Bisnis.com, JAKARTA - Manajer investasi semakin ketat menyeleksi aset dasar obligasi untuk produk reksa dana seiring dengan derasnya suplai surat utang korporasi jelang akhir tahun ini.
Efek bersifat ekuitas atau saham, obligasi negara, dan obligasi korporasi menjadi aset dasar (underlying asset) yang paling banyak digunakan dalam produk reksa dana.
Berdasarkan data Otoritas Jasa Keuangan (OJK) per akhir November 2020, saham menempati porsi paling banyak dalam komposisi efek reksa dana yakni sekitar 28,61 persen dengan total nilai aset Rp155,63 triliun.

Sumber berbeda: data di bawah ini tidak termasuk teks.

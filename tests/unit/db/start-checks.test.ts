import { describe, expect, test } from 'vitest';
import { refusal } from '@/db/start-checks';
import { parseEnv } from '@/lib/env';

const SECRET = 'x'.repeat(32);
const laboratory = (demo: boolean) => ({ id: '1', name: 'L', timeZone: 'UTC', demo });
const check = (raw: Record<string, string>, existing: ReturnType<typeof laboratory> | null) =>
  refusal(parseEnv(raw), existing);

describe('a start is refused', () => {
  test.each([
    ['a demo database with DEMO=0', { DEMO: '0', SESSION_SECRET: SECRET }, laboratory(true), /DEMO=0/],
    ['a real database with DEMO=1', { DEMO: '1', SESSION_SECRET: SECRET }, laboratory(false), /DEMO=1/],
    ['a real database without a secret', {}, laboratory(false), /SESSION_SECRET/],
    ['an empty database meant to be real, without a secret', { DEMO: '0' }, null, /SESSION_SECRET/],
    ['a demo for other computers', { HOST: '0.0.0.0' }, null, /this computer only/],
    ['a demo database for other computers', { HOST: '192.0.2.1' }, laboratory(true), /this computer only/],
  ])('%s', (_case, raw, existing, sentence) => {
    expect(check(raw, existing)).toMatch(sentence);
  });
});

describe('a start is allowed', () => {
  test.each([
    ['an empty database becomes a demo', {}, null],
    ['a demo database, asked for as one', { DEMO: '1' }, laboratory(true)],
    [
      'a real one with a secret, for everybody',
      { SESSION_SECRET: SECRET, HOST: '0.0.0.0' },
      laboratory(false),
    ],
    ['an empty one meant to be real', { DEMO: '0', SESSION_SECRET: SECRET }, null],
    ['a demo by its name', { HOST: 'localhost' }, null],
  ])('%s', (_case, raw, existing) => {
    expect(check(raw, existing)).toBeNull();
  });
});
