import { randomUUID } from 'node:crypto';
import { afterAll, beforeAll, expect, test } from 'vitest';
import { migrator } from '@/db/migrate';
import { addTypedSamples } from '@/db/queries/determinations';
import { createBatch } from '@/db/queries/batches';
import { db } from '@/db/sequelize';
import { addTypedSamples as typedSchema } from '@/lib/schemas/determination';
import { makeAbsorptivity } from '../../support/example-absorptivity';
import { makeCurve } from '../../support/example-curve';
import { openTestDatabase, type TestDatabase } from '../../support/db';
import { actorOf, makeNotebook, makePerson } from '../../support/factories';

const NAME = '20261201-1100-add-known-absorptivities.mjs';

let database: TestDatabase;
let on: { notebookId: string; curveId: string; absorptivityId: string };

async function newBatch(what: { curveId?: string; absorptivityId?: string }): Promise<string> {
  const { id } = await createBatch(await owner(), {
    ...{ notebookId: on.notebookId, submissionKey: randomUUID(), title: 'July weirs', note: '' },
    ...what,
  });
  return id;
}
let ownerId: string;
const owner = () => actorOf(ownerId);

beforeAll(async () => {
  database = await openTestDatabase();
  ownerId = (await makePerson('pi')).id;
  const notebookId = await makeNotebook(ownerId);
  const curveId = await makeCurve(await owner(), notebookId);
  on = { notebookId, curveId, absorptivityId: '' };
  const batchId = await newBatch({ curveId });
  const samples = [
    { sample: 'Weir 3', readings: ['0.4021', 'OVER'], dilution: '10 in 100', pathLengthMm: '10' },
  ];
  const sent = { batchId, submissionKey: randomUUID(), samples: JSON.stringify(samples) };
  await addTypedSamples(await owner(), typedSchema.parse(sent));
});
afterAll(() => database.close());

const rows = async (sql: string) => (await db().sequelize.query(sql))[0] as Record<string, unknown>[];
const kept = async () =>
  Promise.all(
    ['batches', 'determinations', 'readings', 'curves'].map((table) => rows(`SELECT * FROM ${table}`)),
  );
const columnNotNull = async () => {
  const columns = await rows('PRAGMA table_info(batches)');
  return columns.find(({ name }) => name === 'curve_id')?.notnull;
};
const isSound = async () => {
  expect(await rows('PRAGMA foreign_key_check')).toEqual([]);
  expect(await rows('PRAGMA integrity_check')).toEqual([{ integrity_check: 'ok' }]);
};

test('batches, determinations and readings from before survive it, on the way up and down', async () => {
  const before = await kept();
  expect(before.map((found) => found.length)).toEqual([1, 1, 12, 1]);
  const run = await migrator();
  await run.down({ to: NAME });
  expect(await columnNotNull()).toBe(1);
  await isSound();
  await run.up();
  expect(await columnNotNull()).toBe(0);
  await isSound();
  expect(await kept()).toEqual(before);
});

test('a batch is on a curve or on an absorptivity, never on both and never on neither', async () => {
  on = { ...on, absorptivityId: await makeAbsorptivity(await owner(), on.notebookId) };
  await newBatch({ absorptivityId: on.absorptivityId });
  await expect(newBatch({})).rejects.toMatchObject({ parent: { code: 'SQLITE_CONSTRAINT' } });
  await expect(newBatch(on)).rejects.toMatchObject({ parent: { code: 'SQLITE_CONSTRAINT' } });
  const unknown = rows("UPDATE batches SET absorptivity_id = 'none', curve_id = NULL");
  await expect(unknown).rejects.toMatchObject({ name: 'SequelizeForeignKeyConstraintError' });
  await isSound();
});

test('there is no way down while a batch is on an absorptivity', async () => {
  const run = await migrator();
  await expect(run.down({ to: NAME })).rejects.toThrow(/1 batches are read on a known absorptivity/);
  expect(await columnNotNull()).toBe(0);
});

Diikuti oleh obligasi negara atau surat utang negara (SUN) di posisi kedua dengan porsi 22,95 persen (Rp124,86 triliun) dan obligasi korporasi di posisi ketiga dengan porsi 18,49 persen (Rp100,61 triliun).
Selanjutnya berturut-turut deposito berjangka 14,31 persen, surat berharga negara syariah (SBSN) 10,89 persen, sukuk 2,32 persem, medium term notes (MTN) 1,45 persen, cash 0,78 persen, efek berangun aset (EBA) 0,12 persen, warrant 0,06 persen, dan rights 0,00 persen.
Sementara itu, dari sisi kinerja sepanjang tahun berjalan, reksa dana berbasis obligasi alias reksa dana pendapatan tetap masih memimpin. Sebaliknya, reksa dana berbasis aset saham belum dapat membalikan kinerjanya ke zona positif.